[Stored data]
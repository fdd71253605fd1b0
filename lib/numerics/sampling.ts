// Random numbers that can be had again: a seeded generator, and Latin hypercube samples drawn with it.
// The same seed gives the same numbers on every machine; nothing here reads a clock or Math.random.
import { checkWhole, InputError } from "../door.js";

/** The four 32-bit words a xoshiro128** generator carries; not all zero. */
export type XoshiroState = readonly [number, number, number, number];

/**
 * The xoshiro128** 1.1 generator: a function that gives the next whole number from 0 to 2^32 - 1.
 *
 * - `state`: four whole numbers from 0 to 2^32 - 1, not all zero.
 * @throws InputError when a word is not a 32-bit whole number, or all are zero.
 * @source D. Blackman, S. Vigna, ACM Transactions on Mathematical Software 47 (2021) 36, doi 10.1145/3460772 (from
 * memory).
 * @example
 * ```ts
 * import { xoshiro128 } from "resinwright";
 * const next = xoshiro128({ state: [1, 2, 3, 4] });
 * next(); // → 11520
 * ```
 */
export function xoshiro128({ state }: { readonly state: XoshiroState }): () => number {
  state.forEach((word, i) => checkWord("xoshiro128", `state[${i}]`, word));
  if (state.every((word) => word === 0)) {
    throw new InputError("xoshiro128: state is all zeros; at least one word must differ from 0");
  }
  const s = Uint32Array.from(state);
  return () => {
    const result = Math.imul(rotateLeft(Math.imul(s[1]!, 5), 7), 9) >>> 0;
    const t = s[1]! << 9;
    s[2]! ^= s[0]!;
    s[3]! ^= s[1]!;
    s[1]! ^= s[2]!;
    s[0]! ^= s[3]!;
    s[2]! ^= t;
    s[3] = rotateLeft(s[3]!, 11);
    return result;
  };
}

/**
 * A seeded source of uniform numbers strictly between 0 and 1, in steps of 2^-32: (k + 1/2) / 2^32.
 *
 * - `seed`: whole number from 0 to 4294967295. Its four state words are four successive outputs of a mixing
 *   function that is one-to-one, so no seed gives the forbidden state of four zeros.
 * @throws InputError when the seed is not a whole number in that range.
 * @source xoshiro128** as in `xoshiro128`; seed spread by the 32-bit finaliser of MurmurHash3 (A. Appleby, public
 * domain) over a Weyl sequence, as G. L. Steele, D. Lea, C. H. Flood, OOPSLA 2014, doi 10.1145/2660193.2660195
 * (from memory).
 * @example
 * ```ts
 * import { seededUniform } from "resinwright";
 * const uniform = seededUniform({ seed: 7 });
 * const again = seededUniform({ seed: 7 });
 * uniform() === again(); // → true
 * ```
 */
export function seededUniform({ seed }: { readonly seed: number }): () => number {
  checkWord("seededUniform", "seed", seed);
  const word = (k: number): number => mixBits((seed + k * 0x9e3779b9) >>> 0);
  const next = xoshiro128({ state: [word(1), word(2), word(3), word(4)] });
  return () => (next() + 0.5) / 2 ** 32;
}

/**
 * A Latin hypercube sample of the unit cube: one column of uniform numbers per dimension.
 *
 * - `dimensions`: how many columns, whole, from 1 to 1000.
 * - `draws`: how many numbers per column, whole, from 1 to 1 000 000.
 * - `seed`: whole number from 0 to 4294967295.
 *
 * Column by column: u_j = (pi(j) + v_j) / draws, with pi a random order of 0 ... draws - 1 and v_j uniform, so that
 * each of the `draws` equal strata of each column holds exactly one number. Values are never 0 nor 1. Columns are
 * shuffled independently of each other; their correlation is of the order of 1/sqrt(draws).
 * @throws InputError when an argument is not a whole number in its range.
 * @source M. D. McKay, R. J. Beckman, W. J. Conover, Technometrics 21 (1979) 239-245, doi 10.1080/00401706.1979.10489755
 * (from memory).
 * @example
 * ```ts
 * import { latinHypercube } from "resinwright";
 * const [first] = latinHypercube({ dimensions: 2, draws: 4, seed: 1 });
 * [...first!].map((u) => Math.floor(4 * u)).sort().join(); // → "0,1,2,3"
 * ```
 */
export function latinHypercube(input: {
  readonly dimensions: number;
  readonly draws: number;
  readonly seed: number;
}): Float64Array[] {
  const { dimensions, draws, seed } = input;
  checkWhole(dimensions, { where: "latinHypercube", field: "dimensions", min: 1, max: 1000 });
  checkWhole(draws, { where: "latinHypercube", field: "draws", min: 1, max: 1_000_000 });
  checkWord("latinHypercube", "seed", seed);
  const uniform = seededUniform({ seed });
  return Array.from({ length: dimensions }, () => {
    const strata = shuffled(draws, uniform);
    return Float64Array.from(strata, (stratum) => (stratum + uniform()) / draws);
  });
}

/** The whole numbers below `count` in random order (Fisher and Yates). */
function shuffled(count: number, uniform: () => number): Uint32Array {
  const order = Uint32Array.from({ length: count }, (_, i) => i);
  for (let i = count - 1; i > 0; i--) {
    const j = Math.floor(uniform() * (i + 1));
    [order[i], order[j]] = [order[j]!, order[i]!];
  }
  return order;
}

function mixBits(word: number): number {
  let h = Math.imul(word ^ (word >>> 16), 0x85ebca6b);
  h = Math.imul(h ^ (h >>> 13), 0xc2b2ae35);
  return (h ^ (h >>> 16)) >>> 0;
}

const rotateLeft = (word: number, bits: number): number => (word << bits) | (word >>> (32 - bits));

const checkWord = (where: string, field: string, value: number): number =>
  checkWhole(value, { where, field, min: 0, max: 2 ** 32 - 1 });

▶ ACTIVITY
From the entries above, say how many lines contain "that". Only the number is wanted.

▶ EXERCISE RESULT
5